Continued improvements to the MPS liver models will include the application of renewable cells (eg, human iPSC-derived adult hepatocytes, as well as the nonparenchymal cells) to permit the investigation of the heterogeneous human genetic backgrounds, as well as specific diseases (eg, nonalcoholic fatty liver disease, hepatocarcinoma, and rare childhood liver diseases). Further advances also will include liver metabolic zonation and higher throughput arrays of MPS. The microphysiology database also will continue to evolve as a tool to manage, mine, and model the experimental data, as well as public sources of preclinical and clinical findings, expert-based drug knowledge, physical properties, pharmacology targets, adverse event reporting, and large datasets from “omics,” including toxicogenomics, metabolomics, proteomics, reactive metabolite proteomics, and transcriptomics.⁵⁰ Furthermore, QSP is expected to increase our understanding of the integrated and interacting cellular, tissue, and organ networks; genes; proteins; and metabolic processes that give rise to liver disease progression, therapeutic efficacy, and drug-induced hepatotoxicity.^1,50

KEY POINTS.

• Quantitative Systems Pharmacology is a multiscale, iterative, and integrated computational and experimental approach for optimizing the development of therapeutic strategies.

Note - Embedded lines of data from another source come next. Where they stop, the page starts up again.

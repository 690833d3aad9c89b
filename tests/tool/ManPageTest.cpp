//===- ManPageTest.cpp - docs/revbound.1 names every command and option ---===//
#include "ToolRunner.h"

#include <gtest/gtest.h>

#include <regex>
#include <set>

namespace revbound::test {
namespace {

class ManPage : public ToolTest {};

// Every option a subcommand's --help lists must be in the man page, so the
// page cannot fall behind the driver.
TEST_F(ManPage, ListsEveryOptionOfEveryCommand) {
  std::string Page =
      slurp(std::filesystem::path(REVBOUND_DOCS_DIR) / "revbound.1");
  ASSERT_FALSE(Page.empty()) << "docs/revbound.1 is missing";
  std::string Plain; // roff escapes dropped: "\-\-jobs" reads "--jobs"
  for (char C : Page)
    if (C != '\\')
      Plain += C;
  for (const char *Command : {"report", "compare", "check", "gates"}) {
    EXPECT_NE(Plain.find(std::string(".B revbound ") + Command),
              std::string::npos)
        << Command;
    Outcome R = invoke(std::string(Command) + " --help");
    ASSERT_EQ(R.Exit, 0) << R.Err;
    std::regex Option("--[a-z][a-z-]*");
    std::set<std::string> Seen;
    for (std::sregex_iterator It(R.Out.begin(), R.Out.end(), Option), End;
         It != End; ++It)
      Seen.insert(It->str());
    for (const std::string &O : Seen)
      if (O != "--help")
        EXPECT_NE(Plain.find(O), std::string::npos)
            << O << " of revbound " << Command << " is not in docs/revbound.1";
  }
}

} // namespace
} // namespace revbound::test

• Limited efficacy and drug safety methods continue to limit the efficiency of the discovery and development of therapeutics.

• Mammalian in vivo models have low concordance to clinical hepatotoxicity.

• The predictive concordance between the existing in vitro experimental models coupled with computational modeling and clinical hepatotoxicity has reached a limit.

• Three-dimensional, multicellular, microfluidic, human tissue and organ experimental models are a promising alternative to whole animal and cultured cell methods for efficacy and safety testing.